Net interest income increased 26.3%, or $3.2 million, during the fourth quarter to $15.2 million as a result of both an increase in average earning assets and rising net interest margin. Average earning assets in the fourth quarter of 2008 were $1.615 billion as compared to $1.526 billion for the same quarter in 2007, an increase of 5.8%. Net interest margin increased 60 basis points to 3.92% for the fourth quarter of 2008 versus 3.32% for the 2007 comparative period. Lower overall funding costs and a more positively sloped yield curve, a result of recent Federal Reserve Bank actions to lower the targeted federal funds rate, drove the improvement in our margin. In essence, the volume of our interest-bearing liabilities that repriced to lower rates during the last twelve months significantly exceeded the volume of our earning assets that repriced to lower yields.

The economic downturn will most likely lead to a further softening in the local economies in which we operate and may result in increased credit losses which are inherent within our existing loan portfolio. Accordingly, during 2008, we prudently increased the provision for loan losses to reflect our best estimate of probable incurred loan losses.

We hold certain corporate debt instruments issued by entities whose values have been negatively impacted by the deterioration of the financial markets. We hold a $2.0 million par value senior unsecured bond issued by Lehman Brothers that was purchased prior to the Lehman bankruptcy filing in September 2008. By December 31, 2008 we had recognized a non-cash other-than-temporary impairment charge to earnings on this bond of $1.6 million, or $972 thousand, net of tax, representing a $.09 impact on diluted earnings per share. The remaining fair value of our Lehman bond of $400 thousand has been included in nonperforming assets as of December 31, 2008. The Lehman bankruptcy proceedings are ongoing and the ultimate value of our bond is subject to change. Corporate debt securities represented only $7.4 million, or 1.6%, of our $459.1 million investment securities portfolio at December 31, 2008 and were performing in accordance with their contractual terms aside from the Lehman security.

As we previously reported, Visa successfully completed an initial public offering (IPO) during the first quarter of 2008 which included a mandatory partial redemption of our holdings in Visa shares. This transaction resulted in a positive impact on our net income of $637 thousand after-tax, or $.06 diluted earnings per share, both in the first quarter of 2008 and for the twelve-month 2008 period.

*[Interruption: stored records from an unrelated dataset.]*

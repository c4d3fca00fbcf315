import { describe, expect, it } from 'vitest'
import { serialKey } from '../../../../shared/settings/identity'

describe('serialKey', () => {
  it.each([['HL40-2231-0087', 'hl40-2231-0087'], ['hl40/a_b.c', 'hl40/a_b.c'], ['IIII', 'iiii']])('of %s is %s', (serial, key) => expect(serialKey(serial)).toBe(key))

  it('is its own key', () => {
    for (const serial of ['A1', 'a1', 'Z-9_/x.']) expect(serialKey(serialKey(serial))).toBe(serialKey(serial))
  })
})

Total assets at December 31, 2008 were $1.665 billion, just slightly below the record level at September 30, 2008. The December level was up $80.2 million, or 5.1%, over the December 31, 2007 balance of $1.585 billion. Loan balances outstanding reached a record level of $1.110 billion at December 31, 2008, representing an increase of $71.0 million, or 6.8%, from the balance at December 31, 2007. During 2008, we experienced growth in all three of our major loan segments: commercial, residential real estate, and indirect consumer loans. In addition, deposit balances at December 31, 2008 reached a Company high with a record balance of $1.275 billion, representing an increase of $70.9 million, or 5.9%, from the December 31, 2007 level of $1.204 billion. We continue to rely on our traditional funding sources, that is, deposits generated by our retail branch network plus cash flows from maturing loans and investments.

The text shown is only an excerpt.